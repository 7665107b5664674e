/**
 * A record of one conversion to SI, for provenance: the report shows where
 * every engine number came from, step by step, not just the result.
 */
import { formatSignificant } from './format-significant';
import { DIMENSIONS, type DimensionName } from './named-dimensions';
import { toSI, unitFor } from './to-si';

/** Digits that show the value as the user wrote it (0.2, not 0.200000000000000011). */
const INPUT_DIGITS = 15;

/**
 * A number and its unit as reports print them; a plain ratio ('1' or '') is
 * written bare, so a scale factor reads "0.003", never "0.003 1".
 */
export function withUnit(numberText: string, unit: string): string {
  const u = unit.trim();
  return u === '' || u === '1' ? numberText : `${numberText} ${u}`;
}

/** One conversion to SI, as data and as a sentence. */
export interface ConversionRecord {
  /** The value as given, in `unit`. */
  readonly value: number;
  /** The unit text as given. */
  readonly unit: string;
  /** SI per one `unit` (e.g. (rad/√s) per (deg/√h)). */
  readonly factorToSI: number;
  /** The value in `unitSI`. */
  readonly valueSI: number;
  /** The SI unit text of the expected dimension (rad/√s). */
  readonly unitSI: string;
  /** Definitions of the table units used, e.g. ['1 deg = π/180 rad', '1 h = 3600 s']. */
  readonly definitions: readonly string[];
  /**
   * The conversion as one line, e.g. "0.2 deg/√h × 2.90888e-4 rad/√s per deg/√h =
   * 5.81776e-5 rad/√s (1 deg = π/180 rad; 1 h = 3600 s)".
   */
  readonly text: string;
}

/**
 * Converts `value` in `unit` to SI and records how.
 * @param expected the dimension the value must have.
 * @param path where the value sits in the input, for error messages.
 * @param digits significant digits for the factor and result in `text` (the
 *   numbers in the record are exact).
 * @throws InputError naming `path` as {@link toSI} does, or at 'digits' when
 *   `digits` is not a whole number from 1 to 17.
 */
export function describeConversion(value: number, unit: string, expected: DimensionName, path = '', digits = 6): ConversionRecord {
  const valueSI = toSI(value, unit, expected, path);
  const parsed = unitFor(unit, expected, path);
  const unitSI = DIMENSIONS[expected].si;
  const definitions = parsed.atoms.flatMap((a) => (a.definition ? [`1 ${a.symbol} = ${a.definition}`] : []));
  const given = withUnit(formatSignificant(value, INPUT_DIGITS), unit);
  const result = withUnit(formatSignificant(valueSI, digits), unitSI);
  const per = unit.trim() === '' ? '' : ` per ${unit}`;
  const step = parsed.factorToSI === 1 ? '' : ` × ${withUnit(formatSignificant(parsed.factorToSI, digits), unitSI)}${per}`;
  const sources = definitions.length > 0 ? ` (${definitions.join('; ')})` : '';
  return { value, unit, factorToSI: parsed.factorToSI, valueSI, unitSI, definitions, text: `${given}${step} = ${result}${sources}` };
}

About this task. Copy out each record above exactly, leaving nothing out.

Answer below.
repository 7665107b5664674e
/**
 * A record of one conversion to SI, for provenance: the report shows where
 * every engine number came from, step by step, not just the result.
 */
import { formatSignificant } from './format-significant';
import { DIMENSIONS, type DimensionName } from './named-dimensions';
import { toSI, unitFor } from './to-si';

/** Digits that show the value as the user wrote it (0.2, not 0.200000000000000011). */
const INPUT_DIGITS = 15;

/**
 * A number and its unit as reports print them; a plain ratio ('1' or '') is
 * written bare, so a scale factor reads "0.003", never "0.003 1".
 */
export function withUnit(numberText: string, unit: string): string {
  const u = unit.trim();
  return u === '' || u === '1' ? numberText : `${numberText} ${u}`;
}

/** One conversion to SI, as data and as a sentence. */
export interface ConversionRecord {
  /** The value as given, in `unit`. */
  readonly value: number;
  /** The unit text as given. */
  readonly unit: string;
  /** SI per one `unit` (e.g. (rad/√s) per (deg/√h)). */
  readonly factorToSI: number;
  /** The value in `unitSI`. */
  readonly valueSI: number;
  /** The SI unit text of the expected dimension (rad/√s). */
  readonly unitSI: string;
  /** Definitions of the table units used, e.g. ['1 deg = π/180 rad', '1 h = 3600 s']. */
  readonly definitions: readonly string[];
  /**
   * The conversion as one line, e.g. "0.2 deg/√h × 2.90888e-4 rad/√s per deg/√h =
   * 5.81776e-5 rad/√s (1 deg = π/180 rad; 1 h = 3600 s)".
   */
  readonly text: string;
}

/**
 * Converts `value` in `unit` to SI and records how.
 * @param expected the dimension the value must have.
 * @param path where the value sits in the input, for error messages.
 * @param digits significant digits for the factor and result in `text` (the
 *   numbers in the record are exact).
 * @throws InputError naming `path` as {@link toSI} does, or at 'digits' when
 *   `digits` is not a whole number from 1 to 17.
 */
export function describeConversion(value: number, unit: string, expected: DimensionName, path = '', digits = 6): ConversionRecord {
  const valueSI = toSI(value, unit, expected, path);
  const parsed = unitFor(unit, expected, path);
  const unitSI = DIMENSIONS[expected].si;
  const definitions = parsed.atoms.flatMap((a) => (a.definition ? [`1 ${a.symbol} = ${a.definition}`] : []));
  const given = withUnit(formatSignificant(value, INPUT_DIGITS), unit);
  const result = withUnit(formatSignificant(valueSI, digits), unitSI);
  const per = unit.trim() === '' ? '' : ` per ${unit}`;
  const step = parsed.factorToSI === 1 ? '' : ` × ${withUnit(formatSignificant(parsed.factorToSI, digits), unitSI)}${per}`;
  const sources = definitions.length > 0 ? ` (${definitions.join('; ')})` : '';
  return { value, unit, factorToSI: parsed.factorToSI, valueSI, unitSI, definitions, text: `${given}${step} = ${result}${sources}` };
}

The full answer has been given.